You may think that tuberculosis is a disease that has been beaten, but it has not. One person in three on the planet carries the TB bacillus, though in most people it lies dormant, waiting its chance. The opportunity often comes when the carrier is stricken with HIV/Aids; as the immune system weakens, TB emerges into terrifying activity - the victim will usually die within weeks if not treated. As a result of the continuing spread of Aids, particularly in Africa, TB is on the increase: 9 million people a year are newly infected, 2 million die. Even in this country, 7,000 cases a year are reported, though deaths are mercifully rare.
TB should not be the problem that it is. Drugs exist with 90+% cure rates, costing about US$11 for a full course. The World Health Organisation (WHO) has a standard anti-TB strategy, known as DOTS (Directly Observed Treatment, Short course) which is working well in a steadily increasing number of countries. All that is needed is the funding, and even here there is a well-oiled mechanism, the Global Fund to Fight Aids, TB and Malaria - but, as with so many development initiatives, the Global Fund is kept starved of the money it needs to do the job.
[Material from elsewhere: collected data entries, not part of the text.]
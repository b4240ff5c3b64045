"use client";

import { useCallback, useEffect, useMemo, useRef, useState } from "react";
import type { UploadPurpose } from "@/lib/uploads/constants";
import { refusalBeforeSending } from "@/lib/uploads/file-rules";
import type { UploadDetails, UploadStatus } from "@/lib/uploads/schemas";
import { routes } from "@/lib/routes";
import { askServer, Refused } from "./ask-server";
import { type FileRow, newRow, rowOfStatus, withStatus } from "./file-row";
import { sendFile } from "./send-file";
import { useChecking } from "./use-checking";

const FILES_AT_ONCE = 2;

type Chosen = { file: File; details: UploadDetails };
type Change = (row: FileRow) => FileRow;

/** Puts a chosen file in the queue, or says why it cannot be sent at all. */
function admit(row: FileRow, purpose: UploadPurpose, file: File): FileRow {
  const refusal = refusalBeforeSending(purpose, file);
  return refusal
    ? { ...row, state: "refused", refusal: refusal.says }
    : { ...row, state: "waiting", needsFile: false };
}

export type Uploads = {
  rows: FileRow[];
  /** Whether anything would be cut short if the page were left. */
  isSending: boolean;
  add(files: readonly File[], details: UploadDetails): void;
  pause(key: string): void;
  carryOn(key: string): void;
  /** Gives a file up, or puts the notice of a finished one away. */
  remove(key: string): void;
};

/** Files on their way from this page to a case, and those an earlier page left unfinished. */
export function useUploads(
  caseId: string,
  purpose: UploadPurpose,
  onTaken: (() => void) | undefined,
): Uploads {
  const [rows, setRows] = useState<FileRow[]>([]);
  const chosen = useRef(new Map<string, Chosen>());
  const running = useRef(new Map<string, AbortController>());

  const change = useCallback((key: string, how: Change) => {
    setRows((now) => now.map((row) => (row.key === key ? how(row) : row)));
  }, []);

  useEffect(() => {
    const leaving = new AbortController();
    const { signal } = leaving;
    askServer<{ uploads: UploadStatus[] }>(
      `${routes.api.uploads()}?${new URLSearchParams({ caseId, purpose })}`,
      { signal },
    ).then(
      ({ uploads }) =>
        setRows((now) => {
          const known = new Set(now.map((row) => row.uploadId));
          return [...uploads.filter((it) => !known.has(it.uploadId)).map(rowOfStatus), ...now];
        }),
      (error: unknown) => {
        // Only the reminder of earlier files is missing; choosing one again finds it all the same.
        if (!signal.aborted) console.warn("unfinished files could not be listed", error);
      },
    );
    return () => leaving.abort();
  }, [caseId, purpose]);

  const run = useCallback(
    async (key: string, { file, details }: Chosen) => {
      const stop = new AbortController();
      running.current.set(key, stop);
      change(key, (row) => ({ ...row, state: "sending", needsFile: false, refusal: null }));
      try {
        const status = await sendFile({
          caseId,
          purpose,
          file,
          details,
          signal: stop.signal,
          onStarted: (started) => change(key, (row) => ({ ...row, ...started })),
          onProgress: (sentBytes) => change(key, (row) => ({ ...row, sentBytes })),
        });
        change(key, (row) => withStatus(row, status));
      } catch (error) {
        if (stop.signal.aborted) return;
        if (error instanceof Refused) {
          change(key, (row) => ({ ...row, state: "refused", refusal: error.message }));
        } else {
          console.warn(`sending ${file.name} stopped`, error);
          change(key, (row) => ({ ...row, state: "stopped" }));
        }
      } finally {
        if (running.current.get(key) === stop) running.current.delete(key);
      }
    },
    [caseId, purpose, change],
  );

  useEffect(() => {
    const free = FILES_AT_ONCE - rows.filter((row) => row.state === "sending").length;
    const next = rows.filter((row) => row.state === "waiting" && !running.current.has(row.key));
    for (const row of next.slice(0, Math.max(free, 0))) {
      const file = chosen.current.get(row.key);
      if (file) void run(row.key, file);
    }
  }, [rows, run]);

  useEffect(() => {
    const controllers = running.current;
    return () => controllers.forEach((controller) => controller.abort());
  }, []);

  useChecking(rows, change, onTaken);

  const halt = useCallback((key: string) => {
    running.current.get(key)?.abort();
    running.current.delete(key);
  }, []);

  const add = useCallback(
    (files: readonly File[], details: UploadDetails) => {
      const entries = files.map((file) => {
        const known = rows.find(
          (row) => row.needsFile && row.fileName === file.name && row.sizeBytes === file.size,
        );
        const row = known ?? newRow(crypto.randomUUID(), file);
        chosen.current.set(row.key, { file, details });
        return admit(row, purpose, file);
      });
      setRows((now) => [
        ...now.map((row) => entries.find((entry) => entry.key === row.key) ?? row),
        ...entries.filter((entry) => !now.some((row) => row.key === entry.key)),
      ]);
    },
    [purpose, rows],
  );
  const pause = useCallback(
    (key: string) => {
      halt(key);
      change(key, (row) => ({ ...row, state: "paused" }));
    },
    [halt, change],
  );
  const carryOn = useCallback(
    (key: string) => change(key, (row) => ({ ...row, state: "waiting" })),
    [change],
  );
  const remove = useCallback(
    (key: string) => {
      halt(key);
      chosen.current.delete(key);
      const row = rows.find((it) => it.key === key);
      setRows((now) => now.filter((it) => it.key !== key));
      if (!row?.uploadId || row.state === "taken") return;
      askServer(routes.api.upload(row.uploadId), { method: "DELETE" }).catch((error: unknown) => {
        // It is put back, so that nobody believes it gone.
        console.warn(`${row.fileName} could not be cancelled`, error);
        setRows((now) => [...now, { ...row, state: "stopped" }]);
      });
    },
    [halt, rows],
  );

  const isSending = rows.some((row) => row.state === "sending" || row.state === "waiting");
  return useMemo(
    () => ({ rows, isSending, add, pause, carryOn, remove }),
    [rows, isSending, add, pause, carryOn, remove],
  );
}
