import type { Metadata } from "next";
import { Suspense } from "react";
import { FindingsEditor } from "@/components/editor/findings-editor";
import { readFindings } from "@/lib/findings/read-findings";
import { orNotFound, pageActor } from "@/lib/http/page";
import { Annexes } from "./_components/annexes";
import { answerReaderNote, leaveReaderNote, returnReaderNote } from "./actions";

export const metadata: Metadata = { title: "Findings" };

export default async function FindingsPage({ params }: { params: Promise<{ caseId: string }> }) {
  const actor = await pageActor("case.viewWork");
  const { caseId } = await params;
  const { savedBy: _savedBy, noteActs, ...page } = await orNotFound(readFindings(actor, caseId));
  return (
    <FindingsEditor
      key={`${page.issueNumber}`}
      {...page}
      annexes={
        page.isSigned ? null : (
          <Suspense fallback={null}>
            <Annexes actor={actor} caseId={caseId} />
          </Suspense>
        )
      }
      noteActs={{
        mayLeave: noteActs.leave,
        mayAnswer: noteActs.answer,
        leave: leaveReaderNote,
        answer: answerReaderNote,
        giveBack: returnReaderNote,
      }}
    />
  );
}
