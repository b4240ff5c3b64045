"use client";

import { useState } from "react";
import { useActionForm } from "@/components/forms/use-action-form";
import { Button } from "@/components/ui/button";
import { Dialog } from "@/components/ui/dialog";
import { SelectField, TextAreaField, TextField } from "@/components/ui/labelled-fields";
import { Notice } from "@/components/ui/notice";
import { RadioGroup } from "@/components/ui/radio-group";
import {
  MECHANISM_CODES,
  MECHANISM_VERDICT_NAMES,
  MECHANISM_VERDICTS,
  type MechanismCode,
} from "@/lib/mechanisms/constants";
import type { MechanismRow } from "@/lib/mechanisms/list-mechanisms";
import { weigh } from "../actions";

const CODES = Object.keys(MECHANISM_CODES) as MechanismCode[];

/** Lists a mechanism, or gives one that is listed its verdict and reason. */
export function WeighDialog({
  caseId,
  mechanism,
}: {
  caseId: string;
  mechanism: MechanismRow | null;
}) {
  const form = useActionForm<{ recordId: string }>();
  const [isOpen, setOpen] = useState(false);
  const id = `weigh-${mechanism?.recordId ?? "new"}`;
  function send(data: FormData) {
    const code = CODES.find((known) => known === data.get("code"));
    const verdict = MECHANISM_VERDICTS.find((known) => known === data.get("verdict"));
    if (!code || !verdict) return;
    const text = (name: string) => String(data.get(name) ?? "");
    form.send(
      () =>
        weigh({
          caseId,
          recordId: mechanism?.recordId ?? null,
          seenVersion: mechanism?.version ?? null,
          content: { code, detail: text("detail"), verdict, reason: text("reason") },
        }),
      () => setOpen(false),
    );
  }
  return (
    <Dialog
      open={isOpen}
      onOpenChange={setOpen}
      width="form"
      keepOpenOutside
      title={
        mechanism
          ? `Weigh ${MECHANISM_CODES[mechanism.content.code].toLowerCase()}`
          : "List a mechanism"
      }
      trigger={
        <Button small={mechanism !== null} look={mechanism ? "secondary" : "primary"}>
          {mechanism ? "Weigh it" : "List a mechanism"}
        </Button>
      }
      footer={
        <>
          <Button onClick={() => setOpen(false)}>Not now</Button>
          <Button type="submit" form={id} look="primary" disabled={form.isBusy}>
            {mechanism ? "Save the verdict" : "List it"}
          </Button>
        </>
      }
    >
      <form
        id={id}
        className="grid gap-4"
        onSubmit={(event) => {
          event.preventDefault();
          send(new FormData(event.currentTarget));
        }}
      >
        {form.failure && (
          <Notice kind="bad" title="Nothing was saved" live="assertive">
            {form.failure}
          </Notice>
        )}
        <SelectField
          name="code"
          label="Mechanism"
          defaultValue={mechanism?.content.code}
          options={CODES.map((code) => ({ value: code, label: MECHANISM_CODES[code] }))}
          error={form.fields["content.code"]}
        />
        <TextField
          name="detail"
          label="In this case"
          optional
          maxLength={120}
          hint="For example: in bending, at the fillet"
          defaultValue={mechanism?.content.detail}
          error={form.fields["content.detail"]}
        />
        <RadioGroup
          name="verdict"
          label="Where it stands"
          defaultValue={mechanism?.content.verdict ?? "open"}
          options={MECHANISM_VERDICTS.map((verdict) => ({
            value: verdict,
            label: MECHANISM_VERDICT_NAMES[verdict],
          }))}
        />
        <TextAreaField
          name="reason"
          label="Because"
          rows={4}
          maxLength={2000}
          hint="Name what speaks against it first. Needed with every verdict."
          defaultValue={mechanism?.content.reason}
          error={form.fields["content.reason"]}
        />
      </form>
    </Dialog>
  );
}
The result, with all three diseases, is millions of unnecessary deaths and - for TB particularly - the risk of multi-drug resistant (MDR) strains developing. These are a hundred times as expensive to treat, with only about a 50% cure rate, so they are effectively a death sentence in the developing world. MDR-TB is on the increase in Eastern Europe, so its arrival here is likely sooner or later.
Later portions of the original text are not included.